**Task item:** Please restate the material below word for word, from the first line through the one that contains "# Source: docs/method.md", inclusive.

______

def test_fleet_with_tax_and_inflation_studies() -> None:
    # Source: core.study.run_study; studies with inflation are in the same batch.
    from core.estimates import Inflation

    rng = random.Random(3)
    plain = _random_study(rng, 1)
    hooked = dataclasses.replace(_random_study(rng, 2), inflation=Inflation(0.03, "constant"))
    out = run_fleet([plain, hooked])
    _same(out[0], run_study(plain))
    _same(out[1], run_study(hooked))
    from core.fleet import run_fleet_json

    docs = run_fleet_json([hooked, plain])
    assert docs[0] == study_json(run_study(hooked))
    assert docs[1]["title"] == plain.title and docs[1]["alternatives"][0]["name"] == "Existing unit"


def test_closed_form_replacement_value_by_hand() -> None:
    # Source: hand calculation at i = 0 (see test_engine.py): RV = max(9.75, 8.5, 5.25) = 9.75.
    d = Alternative("Old press", "defender", 10.0, 3, MarketValues(values=(6.0, 3.0, 1.0)),
                    OperatingCosts(values=(2.0, 4.0, 7.0)))
    c = Alternative("New press", "challenger", 20.0, 4, MarketValues(values=(12.0, 8.0, 5.0, 3.0)),
                    OperatingCosts(values=(1.0, 1.0, 2.0, 2.0)))
    (r,) = run_fleet([Study("Hand", 0.0, d, (c,))])
    assert r.recommendation.replacement_value == pytest.approx(9.75, abs=1e-12)


def test_rounding_helper_matches_python_round() -> None:
    # Source: Python's round() (correctly rounded) as reference, including exact halves.
    rng = np.random.default_rng(11)
    x = np.concatenate([rng.uniform(-1e5, 1e5, 20000), np.round(rng.uniform(-1e5, 1e5, 20000), 5),
                        np.round(rng.uniform(-1e9, 1e9, 20000), 5),
                        [0.5e-4, -0.5e-4, 1.00005, 2.5e13, 1e15 + 0.5, 1e17, -0.0, 0.0]])
    assert _list(x) == [round(float(v), 4) for v in x]
    assert _list(x, 2) == [round(float(v), 2) for v in x]


def test_cli_fleet_output_equals_single_runs(capsys, write_json) -> None:
    # Source: docs/method.md §6 (one JSON object {"studies": [...]}); run_study per study as reference.
    rng = random.Random(8)
    studies = [_random_study(rng, k) for k in range(12)]
    from core.studyfile import dump_study_document

    file = write_json(dump_study_document(studies))
    assert main(["study", str(file), "--json"]) == 0
    out = json.loads(capsys.readouterr().out)
    assert list(out) == ["studies"]
    want = [study_json(run_study(s)) for s in studies]
    for got, ref in zip(out["studies"], want, strict=True):
        assert got == ref
    one = write_json(document(), "one.json")
    assert main(["study", str(one), "--json"]) == 0
    assert len(json.loads(capsys.readouterr().out)["studies"]) == 1


def test_fleet_json_equals_to_json_of_run_study() -> None:
    # Source: study_json(run_study(s)) (reference): one path, so the same object exactly.
    from core.fleet import run_fleet_json

    rng = random.Random(77)
    studies = [_random_study(rng, k) for k in range(200)]
    for got, s in zip(run_fleet_json(studies), studies, strict=True):
        ref = study_json(run_study(s))
        assert got == ref
        assert list(got) == list(ref)
        assert [list(a) for a in got["alternatives"]] == [list(a) for a in ref["alternatives"]]


def _fleet_file(write_json, n: int, mutate=None, name: str = "fleet.json"):
    from conftest import BASE_STUDY

    studies = []
    for k in range(n):
        s = json.loads(json.dumps(BASE_STUDY))
        s["title"] = f"Millbrook asset {k}"
        s["challengers"][0]["first_cost"] = 50000 + 1000 * k
        studies.append(s)
    if mutate is not None:
        mutate(studies)
    return write_json({"format": "tenure-study", "version": 1, "studies": studies}, name)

______

**Result:**
def test_fleet_with_tax_and_inflation_studies() -> None:
    # Source: core.study.run_study; studies with inflation are in the same batch.
    from core.estimates import Inflation

    rng = random.Random(3)
    plain = _random_study(rng, 1)
    hooked = dataclasses.replace(_random_study(rng, 2), inflation=Inflation(0.03, "constant"))
    out = run_fleet([plain, hooked])
    _same(out[0], run_study(plain))
    _same(out[1], run_study(hooked))
    from core.fleet import run_fleet_json

    docs = run_fleet_json([hooked, plain])
    assert docs[0] == study_json(run_study(hooked))
    assert docs[1]["title"] == plain.title and docs[1]["alternatives"][0]["name"] == "Existing unit"


def test_closed_form_replacement_value_by_hand() -> None:
    # Source: hand calculation at i = 0 (see test_engine.py): RV = max(9.75, 8.5, 5.25) = 9.75.
    d = Alternative("Old press", "defender", 10.0, 3, MarketValues(values=(6.0, 3.0, 1.0)),
                    OperatingCosts(values=(2.0, 4.0, 7.0)))
    c = Alternative("New press", "challenger", 20.0, 4, MarketValues(values=(12.0, 8.0, 5.0, 3.0)),
                    OperatingCosts(values=(1.0, 1.0, 2.0, 2.0)))
    (r,) = run_fleet([Study("Hand", 0.0, d, (c,))])
    assert r.recommendation.replacement_value == pytest.approx(9.75, abs=1e-12)


def test_rounding_helper_matches_python_round() -> None:
    # Source: Python's round() (correctly rounded) as reference, including exact halves.
    rng = np.random.default_rng(11)
    x = np.concatenate([rng.uniform(-1e5, 1e5, 20000), np.round(rng.uniform(-1e5, 1e5, 20000), 5),
                        np.round(rng.uniform(-1e9, 1e9, 20000), 5),
                        [0.5e-4, -0.5e-4, 1.00005, 2.5e13, 1e15 + 0.5, 1e17, -0.0, 0.0]])
    assert _list(x) == [round(float(v), 4) for v in x]
    assert _list(x, 2) == [round(float(v), 2) for v in x]


def test_cli_fleet_output_equals_single_runs(capsys, write_json) -> None:
    # Source: docs/method.md §6 (one JSON object {"studies": [...]}); run_study per study as reference.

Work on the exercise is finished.